18. In this case, it appears to me that an untoward circumstance arises. Evidence in the form of a UC50 was before the decision maker in the Department but was mislaid and was not then put before the tribunal hearing the appeal. This is precisely the sort of situation that I would envisage as falling under the ambit of regulation 57(1(a). On top of this, there appears to be an element of confusion as to whether a UC113 report from the appellant's GP was considered by the Department. Whereas the Department's submission states that this was not received, and therefore not taken into account, there is a copy of the UC113 in the GP records.
19. As a matter of law, I do not have any formal supervisory jurisdiction over the application of regulation 57 by the LQM. However, it has been established that there is an overlap between the setting aside jurisdiction and the principles of procedural fairness that do fall within my jurisdiction (see for example former Chief Commissioner Martin in C18/02-03(IB) or my own decision in PMcK v Department for Social Development [2014] NI Com 3).

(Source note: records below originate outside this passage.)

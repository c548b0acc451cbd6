// Measures of attacks: place, rise, what comes before, and how often one is heard.
import { decibels, energySums, envelope, highPass, powerDecibels } from './dsp.ts'
import type { Attack } from './material.ts'
import { percentile } from '../statistics.ts'
import { median } from '@shared/timing/statistics'

export interface AttackOptions {
  /** Box of the fine envelope, seconds. */
  fineSec: number
  /** Where the noise of the pluck or click is apart from the tone, hertz. */
  noiseHz: number
}

export interface NoteMeasure {
  /** Where the envelope over a period is first half up, seconds from the true place. */
  place: number
  /** The same in the band of the noise. */
  noisePlace: number
  /** Of the fine envelope from the last time under 10 % to the first time over 90 %, seconds. */
  rise: number
  /** Mean square from 60 to 5 ms (of the output) before, and of the first 50 ms. */
  before: number
  loud: number
  /** Tops after the first until the next note that stand 4 dB above what is between: of the level over three quarters of a period. */
  rises: number
  /** The same of the noise's level, 6 dB. */
  noiseRises: number
}

interface Climb {
  at10: number
  at50: number
  at90: number
}

/** The way up to the highest level around `at`, in shares of its height above what sounded before. Frames, with fractions. */
const climbOf = (level: Float64Array, from: number, at: number, to: number): Climb => {
  const first = Math.max(0, Math.round(from))
  const end = Math.min(level.length, Math.round(to))
  // What still sounds of the note before; it swings, so the first half of the time before is averaged.
  const quiet = level.subarray(first, Math.max(first + 1, Math.round(first + (at - first) / 2)))
  const floor = quiet.reduce((sum, value) => sum + value, 0) / Math.max(1, quiet.length)
  let top = floor
  for (let i = first; i < end; i += 1) top = Math.max(top, level[i] as number)
  const between = (i: number, wanted: number): number => {
    const [a, b] = [level[i - 1] ?? 0, level[i] ?? 0]
    return b > a ? i - 1 + Math.max(0, Math.min(1, (wanted - a) / (b - a))) : i
  }
  const forward = (share: number): number => {
    const wanted = floor + share * (top - floor)
    for (let i = first + 1; i < end; i += 1) if ((level[i] as number) >= wanted) return between(i, wanted)
    return end
  }
  const at50 = forward(0.5)
  const low = floor + 0.1 * (top - floor)
  let at10 = Math.floor(at50)
  while (at10 > first && (level[at10] as number) >= low) at10 -= 1
  return { at10: between(at10 + 1, low), at50, at90: forward(0.9) }
}

interface Rise {
  frame: number
  /** Of its top. */
  level: number
}

/** Tops that stand at least `by` decibels above the lowest point since the top before; levels in decibels. */
const risesIn = (level: Float64Array, from: number, to: number, by: number): Rise[] => {
  const found: Rise[] = []
  let [low, high, highAt, isUp] = [Infinity, -Infinity, 0, false]
  const end = Math.min(level.length, Math.round(to))
  for (let i = Math.max(0, Math.round(from)); i < end; i += 1) {
    const now = level[i] as number
    if (isUp) {
      if (now > high) [high, highAt] = [now, i]
      else if (now < high - by) {
        found.push({ frame: highAt, level: high })
        ;[isUp, low] = [false, now]
      }
    } else {
      low = Math.min(low, now)
      if (now > low + by) [isUp, high, highAt] = [true, now, i]
    }
  }
  if (isUp) found.push({ frame: highAt, level: high })
  return found
}

/** Further rises after the loudest, and those before it, that come within `near` decibels of it. */
const furtherRises = (level: Float64Array, from: number, to: number, by: number, near: number): number => {
  const rises = risesIn(level, from, to, by)
  const top = rises.reduce((most, rise) => Math.max(most, rise.level), -Infinity)
  return Math.max(0, rises.filter((rise) => rise.level > top - near).length - 1)
}

/**
 * `attacks` in the time and pitch of `x`. `stretch`: how much longer it is than the source; `lookBack`: how long the time before an
 * attack is that is looked at, to that of the output (1 for the output, the speed for the source).
 */
export const measureNotes = (
  x: ArrayLike<number>,
  rate: number,
  attacks: readonly Attack[],
  stretch: number,
  lookBack: number,
  options: AttackOptions
): NoteMeasure[] => {
  const fine = envelope(x, options.fineSec * rate)
  const noiseBand = highPass(x, options.noiseHz, rate)
  const noise = envelope(noiseBand, 0.0015 * rate)
  const noiseLevel = envelope(noiseBand, 0.003 * rate).map(decibels)
  const sums = energySums(x)
  const kept = new Map<number, Float64Array>()
  const envelopeOver = (seconds: number): Float64Array => {
    const width = Math.round(seconds * rate)
    const made = kept.get(width) ?? envelope(x, width)
    kept.set(width, made)
    return made
  }
  const keptLevels = new Map<Float64Array, Float64Array>()
  const levelOver = (seconds: number): Float64Array => {
    const linear = envelopeOver(seconds)
    const made = keptLevels.get(linear) ?? linear.map(decibels)
    keptLevels.set(linear, made)
    return made
  }
  return attacks.map((attack, i) => {
    const at = attack.sec * rate
    const gap = ((attacks[i + 1]?.sec ?? attack.sec + 0.4 * stretch) - attack.sec) * rate
    const gapBefore = i > 0 ? (attack.sec - (attacks[i - 1] as Attack).sec) * rate : Infinity
    const from = at - Math.min(0.06 * rate, gapBefore * 0.4)
    const to = at + Math.min(0.12 * rate, gap * 0.6)
    const climb = climbOf(fine, from, at, to)
    const placeClimb = climbOf(envelopeOver(Math.max(options.fineSec, 1 / attack.hertz)), from, at, to)
    const noiseClimb = climbOf(noise, Math.max(from, at - 0.04 * rate), at, at + 0.04 * rate)
    const [begin, end] = [at - Math.min(0.05 * rate, gapBefore * 0.3), at + gap - Math.min(0.06 * rate, gap * 0.35)]
    const [far, close] = [0.06 * rate * lookBack, 0.005 * rate * lookBack]
    const early = sums(at - far, at - close) / (far - close)
    const loud = sums(at, at + 0.05 * rate) / (0.05 * rate)
    return {
      place: placeClimb.at50 / rate - attack.sec,
      noisePlace: noiseClimb.at50 / rate - attack.sec,
      rise: (climb.at90 - climb.at10) / rate,
      before: early,
      loud,
      rises: furtherRises(levelOver(0.75 * Math.max(0.006, 1 / attack.hertz)), begin, end, 4, 12),
      noiseRises: furtherRises(noiseLevel, begin, Math.min(end, at + 0.12 * rate * stretch), 6, 8)
    }
  })
}

export interface AttackFigures {
  /** The common one, milliseconds; positive is late. Against the source's own way from the true place to half up. */
  offset: number
  /** Of the noise, against the true place itself. */
  noiseOffset: number
  /** What 95 % of the places do not exceed once the common offset is taken off, milliseconds. */
  place95: number
  placeWorst: number
  rise: number
  riseSourceMs: number
  /** Further attacks that the source has not got. */
  doubled: number
  preEcho: number
}

const middleOf = (values: readonly number[]): number => median(values) ?? NaN

/** By the level or by the noise, whichever tells more. */
const furtherThan = (output: NoteMeasure, source: NoteMeasure | undefined): number =>
  Math.max(0, output.rises - (source?.rises ?? 0), output.noiseRises - (source?.noiseRises ?? 0))

export const compareAttacks = (source: readonly NoteMeasure[], output: readonly NoteMeasure[]): AttackFigures => {
  const late = output.map((note, i) => (note.place - (source[i]?.place ?? 0)) * 1000)
  const offset = middleOf(late)
  const off = late.map((value) => Math.abs(value - offset))
  const riseOf = (notes: readonly NoteMeasure[]): number => middleOf(notes.map((note) => note.rise))
  const excess = output.map(
    (note, i) => Math.max(0, note.before - (source[i]?.before ?? 0)) / Math.max(1e-12, source[i]?.loud ?? 0)
  )
  return {
    offset,
    noiseOffset: middleOf(output.map((note) => note.noisePlace * 1000)),
    place95: percentile(off, 0.95),
    placeWorst: Math.max(...off),
    rise: riseOf(output) / riseOf(source),
    riseSourceMs: riseOf(source) * 1000,
    doubled: output.reduce((sum, note, i) => sum + furtherThan(note, source[i]), 0),
    preEcho: powerDecibels(Math.max(1e-8, excess.reduce((a, b) => a + b, 0) / Math.max(1, excess.length)))
  }
}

20. Again, there is no formal procedural requirement that a UC50 should be placed before a tribunal. However, it seems to me that, having completed a UC50 questionnaire - which would represent the appellant's own words describing his physical or mental limitations - the appellant would have a legitimate expectation that this would not be mislaid by the Department, but would be placed before the tribunal. I consider that this is particularly important in a case where the tribunal is proceeding in the absence of an appellant and therefore does not have the benefit of his oral evidence. The situation might be remedied by the tribunal giving a further opportunity to attend, or where this is not realistically likely to occur, by directing a new UC50 to be obtained by the Department. However, that did not happen in the present case.
21. It appears to me that by proceeding in the absence of a UC50 in all the circumstances of the present case the tribunal has introduced an element of unfairness into the proceedings. To establish unfairness, it does not have to be established that the outcome of the appeal was materially affected. It is sufficient that this omission was capable of affecting the outcome of the proceedings, and it seems to me that it was.
22. I consider that I should allow the appeal. I set aside the decision of the appeal tribunal and I refer the appeal to a newly constituted tribunal for determination.